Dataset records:
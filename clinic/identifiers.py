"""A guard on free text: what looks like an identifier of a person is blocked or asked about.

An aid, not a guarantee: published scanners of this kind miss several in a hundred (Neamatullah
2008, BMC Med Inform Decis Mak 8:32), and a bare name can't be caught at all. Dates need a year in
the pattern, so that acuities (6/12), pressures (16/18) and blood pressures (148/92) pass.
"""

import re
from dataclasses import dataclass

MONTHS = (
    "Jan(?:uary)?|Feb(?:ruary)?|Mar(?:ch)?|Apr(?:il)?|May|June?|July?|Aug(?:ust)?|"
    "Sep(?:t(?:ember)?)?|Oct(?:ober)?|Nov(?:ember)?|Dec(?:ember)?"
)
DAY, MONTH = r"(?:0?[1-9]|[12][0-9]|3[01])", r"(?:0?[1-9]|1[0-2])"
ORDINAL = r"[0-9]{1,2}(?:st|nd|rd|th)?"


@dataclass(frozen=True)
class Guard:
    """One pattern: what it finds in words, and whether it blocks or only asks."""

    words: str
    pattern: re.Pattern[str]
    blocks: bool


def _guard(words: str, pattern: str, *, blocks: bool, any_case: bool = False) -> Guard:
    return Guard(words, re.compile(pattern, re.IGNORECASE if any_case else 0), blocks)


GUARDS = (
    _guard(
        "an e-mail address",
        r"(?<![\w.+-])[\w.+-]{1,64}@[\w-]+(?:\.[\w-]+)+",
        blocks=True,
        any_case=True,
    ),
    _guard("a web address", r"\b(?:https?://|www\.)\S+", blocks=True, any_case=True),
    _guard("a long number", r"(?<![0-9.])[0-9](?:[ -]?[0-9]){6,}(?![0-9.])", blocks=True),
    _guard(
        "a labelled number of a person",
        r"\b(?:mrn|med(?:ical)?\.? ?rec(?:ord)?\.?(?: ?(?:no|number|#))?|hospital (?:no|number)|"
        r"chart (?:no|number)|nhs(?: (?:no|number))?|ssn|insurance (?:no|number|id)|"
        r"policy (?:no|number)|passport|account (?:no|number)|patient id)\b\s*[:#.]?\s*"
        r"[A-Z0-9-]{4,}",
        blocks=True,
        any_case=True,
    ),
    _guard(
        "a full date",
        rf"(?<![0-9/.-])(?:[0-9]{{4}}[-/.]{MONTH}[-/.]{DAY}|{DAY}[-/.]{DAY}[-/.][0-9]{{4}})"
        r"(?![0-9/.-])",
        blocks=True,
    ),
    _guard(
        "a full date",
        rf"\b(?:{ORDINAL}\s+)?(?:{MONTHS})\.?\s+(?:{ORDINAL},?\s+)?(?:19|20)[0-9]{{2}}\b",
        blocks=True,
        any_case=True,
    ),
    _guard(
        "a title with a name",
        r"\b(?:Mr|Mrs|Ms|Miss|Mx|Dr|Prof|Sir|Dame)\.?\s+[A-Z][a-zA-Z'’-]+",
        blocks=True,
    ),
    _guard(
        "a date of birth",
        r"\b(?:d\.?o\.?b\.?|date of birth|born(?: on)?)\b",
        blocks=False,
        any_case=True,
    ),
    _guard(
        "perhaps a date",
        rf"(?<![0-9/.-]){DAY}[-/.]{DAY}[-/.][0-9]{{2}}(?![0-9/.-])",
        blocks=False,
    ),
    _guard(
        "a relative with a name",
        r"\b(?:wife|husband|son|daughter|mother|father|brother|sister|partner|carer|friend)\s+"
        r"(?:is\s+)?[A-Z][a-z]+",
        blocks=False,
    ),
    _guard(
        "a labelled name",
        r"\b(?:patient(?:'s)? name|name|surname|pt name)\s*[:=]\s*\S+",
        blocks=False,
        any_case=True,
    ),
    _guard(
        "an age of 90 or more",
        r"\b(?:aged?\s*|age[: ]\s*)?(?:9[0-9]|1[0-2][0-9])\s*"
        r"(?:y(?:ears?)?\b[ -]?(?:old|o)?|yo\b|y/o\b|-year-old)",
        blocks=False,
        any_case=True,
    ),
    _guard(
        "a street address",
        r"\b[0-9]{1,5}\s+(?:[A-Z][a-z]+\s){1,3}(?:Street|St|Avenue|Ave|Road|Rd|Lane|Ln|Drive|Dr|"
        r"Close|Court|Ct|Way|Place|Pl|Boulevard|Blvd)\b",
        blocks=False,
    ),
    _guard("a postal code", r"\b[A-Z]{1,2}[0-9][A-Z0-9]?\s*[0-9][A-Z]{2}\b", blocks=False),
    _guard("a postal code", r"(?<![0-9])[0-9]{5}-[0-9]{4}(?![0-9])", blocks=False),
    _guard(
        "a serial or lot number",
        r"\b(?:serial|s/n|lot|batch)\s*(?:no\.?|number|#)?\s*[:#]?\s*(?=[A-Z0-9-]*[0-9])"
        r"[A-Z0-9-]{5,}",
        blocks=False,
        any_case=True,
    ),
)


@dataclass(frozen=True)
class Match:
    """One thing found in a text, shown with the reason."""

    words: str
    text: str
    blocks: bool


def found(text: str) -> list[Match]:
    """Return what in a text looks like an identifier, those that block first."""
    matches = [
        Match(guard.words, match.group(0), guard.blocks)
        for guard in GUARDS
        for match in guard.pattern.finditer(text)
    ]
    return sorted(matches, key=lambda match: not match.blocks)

---

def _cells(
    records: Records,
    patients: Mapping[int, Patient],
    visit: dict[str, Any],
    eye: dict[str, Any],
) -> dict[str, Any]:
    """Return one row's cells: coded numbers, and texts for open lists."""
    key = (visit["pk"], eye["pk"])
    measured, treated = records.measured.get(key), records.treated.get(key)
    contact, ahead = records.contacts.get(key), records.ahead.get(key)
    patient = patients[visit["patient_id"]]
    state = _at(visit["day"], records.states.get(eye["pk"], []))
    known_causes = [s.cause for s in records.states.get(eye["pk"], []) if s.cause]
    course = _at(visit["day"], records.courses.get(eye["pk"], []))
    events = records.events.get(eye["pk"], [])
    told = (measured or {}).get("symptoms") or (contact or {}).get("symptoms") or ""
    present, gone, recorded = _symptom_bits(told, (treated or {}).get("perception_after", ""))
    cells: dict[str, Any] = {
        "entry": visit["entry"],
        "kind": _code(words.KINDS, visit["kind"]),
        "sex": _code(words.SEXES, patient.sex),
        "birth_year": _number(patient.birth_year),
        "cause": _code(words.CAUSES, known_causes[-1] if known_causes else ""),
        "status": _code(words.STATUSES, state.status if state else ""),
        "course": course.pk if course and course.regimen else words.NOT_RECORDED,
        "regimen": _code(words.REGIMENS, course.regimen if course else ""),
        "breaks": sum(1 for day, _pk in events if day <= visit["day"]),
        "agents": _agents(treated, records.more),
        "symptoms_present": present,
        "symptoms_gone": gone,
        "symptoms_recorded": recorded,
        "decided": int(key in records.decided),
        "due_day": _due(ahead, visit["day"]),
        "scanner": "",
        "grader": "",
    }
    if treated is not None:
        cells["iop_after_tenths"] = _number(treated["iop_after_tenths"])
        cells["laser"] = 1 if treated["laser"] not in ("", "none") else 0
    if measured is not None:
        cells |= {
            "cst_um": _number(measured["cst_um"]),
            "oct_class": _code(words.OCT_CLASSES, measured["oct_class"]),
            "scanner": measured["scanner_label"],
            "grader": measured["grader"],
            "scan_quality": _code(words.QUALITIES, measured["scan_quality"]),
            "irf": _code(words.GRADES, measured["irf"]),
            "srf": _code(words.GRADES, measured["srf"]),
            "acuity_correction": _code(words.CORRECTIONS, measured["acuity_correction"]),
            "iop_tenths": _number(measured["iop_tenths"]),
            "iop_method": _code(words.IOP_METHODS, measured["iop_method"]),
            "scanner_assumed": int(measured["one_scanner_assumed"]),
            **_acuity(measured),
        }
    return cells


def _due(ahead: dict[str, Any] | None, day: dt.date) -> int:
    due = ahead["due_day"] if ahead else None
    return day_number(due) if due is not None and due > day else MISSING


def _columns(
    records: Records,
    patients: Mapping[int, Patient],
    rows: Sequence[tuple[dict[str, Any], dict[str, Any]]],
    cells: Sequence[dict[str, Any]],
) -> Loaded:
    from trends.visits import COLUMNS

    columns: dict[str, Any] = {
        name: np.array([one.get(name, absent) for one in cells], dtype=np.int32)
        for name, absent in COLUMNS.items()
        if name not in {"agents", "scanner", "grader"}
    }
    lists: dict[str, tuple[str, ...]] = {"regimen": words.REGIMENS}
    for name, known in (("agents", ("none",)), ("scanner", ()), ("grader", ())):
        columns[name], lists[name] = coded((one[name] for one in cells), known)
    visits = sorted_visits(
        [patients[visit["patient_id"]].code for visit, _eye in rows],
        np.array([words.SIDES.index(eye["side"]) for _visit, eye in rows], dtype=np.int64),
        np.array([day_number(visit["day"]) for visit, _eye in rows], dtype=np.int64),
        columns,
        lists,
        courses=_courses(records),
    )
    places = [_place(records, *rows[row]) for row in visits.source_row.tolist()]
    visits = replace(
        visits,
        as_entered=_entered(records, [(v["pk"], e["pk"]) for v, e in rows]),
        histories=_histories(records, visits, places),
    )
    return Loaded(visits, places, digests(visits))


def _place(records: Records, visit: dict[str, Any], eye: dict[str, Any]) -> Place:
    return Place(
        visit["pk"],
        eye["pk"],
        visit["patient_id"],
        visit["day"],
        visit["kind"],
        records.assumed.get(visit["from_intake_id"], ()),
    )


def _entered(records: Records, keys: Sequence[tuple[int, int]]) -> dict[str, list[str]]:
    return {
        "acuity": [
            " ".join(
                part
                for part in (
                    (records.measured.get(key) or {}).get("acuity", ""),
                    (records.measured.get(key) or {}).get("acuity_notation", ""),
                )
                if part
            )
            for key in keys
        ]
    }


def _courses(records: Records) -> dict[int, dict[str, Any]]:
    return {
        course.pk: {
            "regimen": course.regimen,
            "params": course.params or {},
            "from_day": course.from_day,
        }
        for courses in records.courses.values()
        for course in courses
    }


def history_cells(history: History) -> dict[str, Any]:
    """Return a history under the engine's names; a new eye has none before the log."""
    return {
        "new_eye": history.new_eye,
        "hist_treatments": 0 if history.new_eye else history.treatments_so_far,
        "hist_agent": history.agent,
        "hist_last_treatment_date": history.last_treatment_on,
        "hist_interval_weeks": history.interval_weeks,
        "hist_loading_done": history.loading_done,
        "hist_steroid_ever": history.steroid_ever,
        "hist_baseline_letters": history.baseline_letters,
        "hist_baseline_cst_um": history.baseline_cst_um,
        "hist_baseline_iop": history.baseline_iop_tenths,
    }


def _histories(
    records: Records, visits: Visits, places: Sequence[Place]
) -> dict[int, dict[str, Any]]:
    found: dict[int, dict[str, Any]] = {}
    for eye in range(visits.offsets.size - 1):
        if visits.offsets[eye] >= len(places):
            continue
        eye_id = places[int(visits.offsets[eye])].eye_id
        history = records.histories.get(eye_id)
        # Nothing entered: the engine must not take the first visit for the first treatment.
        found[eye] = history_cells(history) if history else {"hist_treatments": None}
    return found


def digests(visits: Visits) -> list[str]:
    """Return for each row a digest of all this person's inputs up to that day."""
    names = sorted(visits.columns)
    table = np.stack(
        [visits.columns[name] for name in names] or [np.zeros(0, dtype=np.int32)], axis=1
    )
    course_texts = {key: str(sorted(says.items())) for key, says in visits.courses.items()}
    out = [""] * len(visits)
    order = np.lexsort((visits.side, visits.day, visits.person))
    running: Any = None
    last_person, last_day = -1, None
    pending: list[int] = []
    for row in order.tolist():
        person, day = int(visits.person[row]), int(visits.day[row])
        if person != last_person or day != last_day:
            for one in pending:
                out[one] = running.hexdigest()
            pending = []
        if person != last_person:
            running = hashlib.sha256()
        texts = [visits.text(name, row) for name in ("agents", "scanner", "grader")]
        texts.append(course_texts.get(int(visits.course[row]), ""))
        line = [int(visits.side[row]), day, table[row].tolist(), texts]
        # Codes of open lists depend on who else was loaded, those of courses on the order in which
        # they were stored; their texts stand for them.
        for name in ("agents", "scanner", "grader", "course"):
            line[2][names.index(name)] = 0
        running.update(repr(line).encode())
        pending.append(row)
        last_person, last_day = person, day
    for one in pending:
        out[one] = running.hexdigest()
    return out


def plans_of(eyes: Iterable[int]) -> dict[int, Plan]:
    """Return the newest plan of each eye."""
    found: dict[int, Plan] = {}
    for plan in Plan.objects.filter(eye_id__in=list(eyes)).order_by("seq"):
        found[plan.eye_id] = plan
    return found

* * *

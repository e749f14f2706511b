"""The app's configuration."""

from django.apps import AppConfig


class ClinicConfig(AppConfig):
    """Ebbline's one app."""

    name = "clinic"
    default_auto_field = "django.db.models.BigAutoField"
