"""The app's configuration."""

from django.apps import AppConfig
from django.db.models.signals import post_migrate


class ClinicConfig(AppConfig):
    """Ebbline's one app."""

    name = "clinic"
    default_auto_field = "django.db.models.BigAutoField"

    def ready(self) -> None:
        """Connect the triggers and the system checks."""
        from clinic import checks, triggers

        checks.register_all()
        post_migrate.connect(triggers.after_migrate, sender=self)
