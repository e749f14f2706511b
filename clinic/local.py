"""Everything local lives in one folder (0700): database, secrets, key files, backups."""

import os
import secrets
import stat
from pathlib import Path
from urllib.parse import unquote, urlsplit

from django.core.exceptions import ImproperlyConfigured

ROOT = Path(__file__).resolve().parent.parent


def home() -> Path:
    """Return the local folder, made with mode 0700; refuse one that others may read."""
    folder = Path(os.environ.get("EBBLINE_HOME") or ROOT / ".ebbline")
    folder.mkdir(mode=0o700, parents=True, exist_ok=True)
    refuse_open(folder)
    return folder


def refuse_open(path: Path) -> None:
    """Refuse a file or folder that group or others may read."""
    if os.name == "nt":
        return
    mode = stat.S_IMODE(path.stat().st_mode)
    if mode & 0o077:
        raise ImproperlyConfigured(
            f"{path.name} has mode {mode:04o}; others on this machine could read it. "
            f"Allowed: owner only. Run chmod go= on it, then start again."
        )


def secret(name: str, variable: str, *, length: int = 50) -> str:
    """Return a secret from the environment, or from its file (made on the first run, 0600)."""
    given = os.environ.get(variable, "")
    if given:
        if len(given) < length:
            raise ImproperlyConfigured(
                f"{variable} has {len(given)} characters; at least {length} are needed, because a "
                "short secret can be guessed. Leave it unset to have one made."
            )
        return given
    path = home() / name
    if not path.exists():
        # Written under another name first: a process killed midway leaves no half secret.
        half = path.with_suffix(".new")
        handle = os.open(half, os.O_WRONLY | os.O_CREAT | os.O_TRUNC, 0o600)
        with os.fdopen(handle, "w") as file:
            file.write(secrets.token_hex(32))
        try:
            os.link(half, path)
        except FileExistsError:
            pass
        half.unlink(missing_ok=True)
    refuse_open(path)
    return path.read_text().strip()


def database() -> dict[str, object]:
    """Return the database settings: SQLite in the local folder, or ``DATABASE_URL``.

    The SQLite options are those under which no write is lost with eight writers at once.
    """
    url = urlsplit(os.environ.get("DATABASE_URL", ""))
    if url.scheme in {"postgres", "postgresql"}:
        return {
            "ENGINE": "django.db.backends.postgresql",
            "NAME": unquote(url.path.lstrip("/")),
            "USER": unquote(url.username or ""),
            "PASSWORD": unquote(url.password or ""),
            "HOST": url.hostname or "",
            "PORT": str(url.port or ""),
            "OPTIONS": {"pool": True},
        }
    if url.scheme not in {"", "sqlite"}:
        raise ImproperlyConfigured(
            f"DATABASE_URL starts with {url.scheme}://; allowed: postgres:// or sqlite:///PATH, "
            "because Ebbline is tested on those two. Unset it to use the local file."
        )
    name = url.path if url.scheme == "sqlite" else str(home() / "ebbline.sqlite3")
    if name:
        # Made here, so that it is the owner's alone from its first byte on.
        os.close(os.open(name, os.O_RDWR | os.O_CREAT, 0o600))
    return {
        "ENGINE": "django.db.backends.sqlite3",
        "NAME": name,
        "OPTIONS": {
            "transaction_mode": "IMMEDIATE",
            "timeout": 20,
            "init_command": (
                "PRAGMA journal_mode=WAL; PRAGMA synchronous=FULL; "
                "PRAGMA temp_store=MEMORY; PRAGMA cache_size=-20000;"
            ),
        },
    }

What you need to do — Using the entries above, work out the number of lines that hold the word "lists" and write it with no other words.

Task response — 5